(Items listed in a dataset)
* * *
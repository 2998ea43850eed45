/* result-files.h - the tables that a scan leaves in its folder: which there are, and in which formats. */
#pragma once

#include "data/comparison.h"
#include "data/scan-results.h"
#include "writers/output-dir.h"
#include "writers/table.h"

/* CSV is always written. */
typedef struct
{
  gboolean fits, votable; /* the tables of dips, brightenings, passages and repeats so too; fits: those of periods and flags likewise */
  gboolean series;        /* the detrended series as well */
  guint witnesses;        /* so many tables of comparisons */
} AntResultChoice;

/* "fits", "votable" or both with a comma between. FALSE with one sentence. */
gboolean ant_result_choice_parse (AntResultChoice *choice, const char *text, GError **error);
/* What a scan found, and what the analyst says of it. */
typedef struct
{
  const AntScanResults *results;
  const AntJudgements *judgements; /* or NULL */
  const char *analysis;            /* the text of analysis.antumbra; NULL: it is not written */
  const GPtrArray *comparisons;    /* of AntComparison, as many as were chosen, or NULL */
} AntFindings;
#define ANT_ANALYSIS_FILE_NAME "analysis.antumbra"

/* What is written: "dips.csv" ..., analysis.antumbra last. Caller g_strfreevs. */
char **ant_result_file_names (const AntResultChoice *choice);
/* Add all of them to a folder that is open. */
gboolean ant_result_files_add (AntOutputDir *dir, const AntFindings *findings, const AntResultChoice *choice, GError **error);

/* The tables that come in several formats, by what a scan is asked for; NULL if a stopped scan does not have it. Results
 * and judgements (NULL: none) must outlive the table. Caller frees. */
typedef enum
{
  ANT_RESULT_DIPS,
  ANT_RESULT_BRIGHTENINGS,
  ANT_RESULT_PASSAGES,
  ANT_RESULT_REPEATS,
  ANT_RESULT_PERIODS,
  ANT_RESULT_SERIES,
  ANT_N_RESULT_TABLES,
} AntResultTable;
AntTable *ant_result_table_new (AntResultTable which, const AntScanResults *results, const AntJudgements *judgements);
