/* analysis-file.h - an analysis on the disk, whole or as it was before, whatever happens meanwhile; and unsaved work kept
 * beside it.
 *
 * Unsaved work of FOLDER/NAME.antumbra stands in FOLDER/.NAME.antumbra.unsaved. Of an analysis that has no file yet it
 * stands in the user's folder of states, under the number of the process. */
#pragma once

#include "data/analysis.h"

/* Write the text (ant_analysis_to_text for this very path) and sync file and folder. FALSE with one sentence, and what
 * stood there stands there still. Any thread. */
gboolean ant_analysis_file_write (const char *path, const char *text, gboolean replace, GError **error);
/* The same of an analysis; it has this path then and is saved. */
gboolean ant_analysis_file_save (AntAnalysis *analysis, const char *path, gboolean replace, GError **error);

/* Where unsaved work is kept, for an analysis with this path; path NULL: a name in the user's folder of states that is
 * this process's own, the `number`-th. Caller frees. */
char *ant_unsaved_path (const char *path, guint number);
/* Make the user's folder for it if that is where it will stand, so that a write can succeed. */
gboolean ant_unsaved_make_folder (const char *unsaved_path);
gboolean ant_unsaved_write (const char *unsaved_path, const char *text, GError **error);
/* Unsaved work without a file that processes left which are no more. Caller frees (g_strfreev). */
char **ant_unsaved_left_behind (void);
/* When a file was last written, in the user's own time: "14:07", or with the day if that is another. Caller frees. */
char *ant_file_time_words (const char *path);
void ant_unsaved_remove (const char *unsaved_path);
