/* flags-table.c - flags.csv: every row of a record that is flagged, and why. */
#include "writers/flags-table.h"
#include <math.h>
#include "data/exclusions.h"
#include "writers/csv.h"

static void
append_flag_names (GString *table, guint16 flags)
{
  const char *bar = "";
  for (unsigned bit = 0; bit < ANT_N_FLAGS; bit++)
    if (flags >> bit & 1)
      {
        g_string_append_printf (table, "%s%s", bar, ant_flag_name (bit));
        bar = "|";
      }
}

GString *
ant_flags_table_text (const AntRecord *record, const guint16 *flags)
{
  GString *table = g_string_new (NULL);
  ant_csv_preamble (table, "Flags of rows", record);
  ant_csv_comment (table, "row: line or row number in the file; rows that are not listed are used; a row with only "
                          "\"spike\" is used too, but not in the noise fit");
  g_string_append (table, ANT_FLAGS_HEADER "\n");
  for (gsize i = 0; i < record->n_rows; i++)
    {
      if (flags[i] == 0)
        continue;
      g_autofree char *time =
          isfinite (record->time_d[i]) ? ant_time_reference_own_text (&record->time, record->time_d[i]) : g_strdup ("");
      g_string_append_printf (table, "%u,", record->line[i]);
      ant_csv_text (table, time);
      g_string_append_c (table, ',');
      append_flag_names (table, flags[i]);
      g_string_append_c (table, '\n');
    }
  return table;
}
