/* witness-table.h - a record beside its witness, bin by bin. */
#pragma once

#include "data/comparison.h"

/* time_jd, own time, averages of both in ppm of their medians, ratio and difference in ppm. Caller frees. */
GString *ant_witness_table_text (const AntComparison *comparison);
* * *
Which lines above run from the one containing "sentence, and what" down to the one containing "gboolean ant_analysis_file_write (const"? Repeat exactly those, both ends included, and nothing else.

/* Write the text (ant_analysis_to_text for this very path) and sync file and folder. FALSE with one sentence, and what
 * stood there stands there still. Any thread. */
gboolean ant_analysis_file_write (const char *path, const char *text, gboolean replace, GError **error);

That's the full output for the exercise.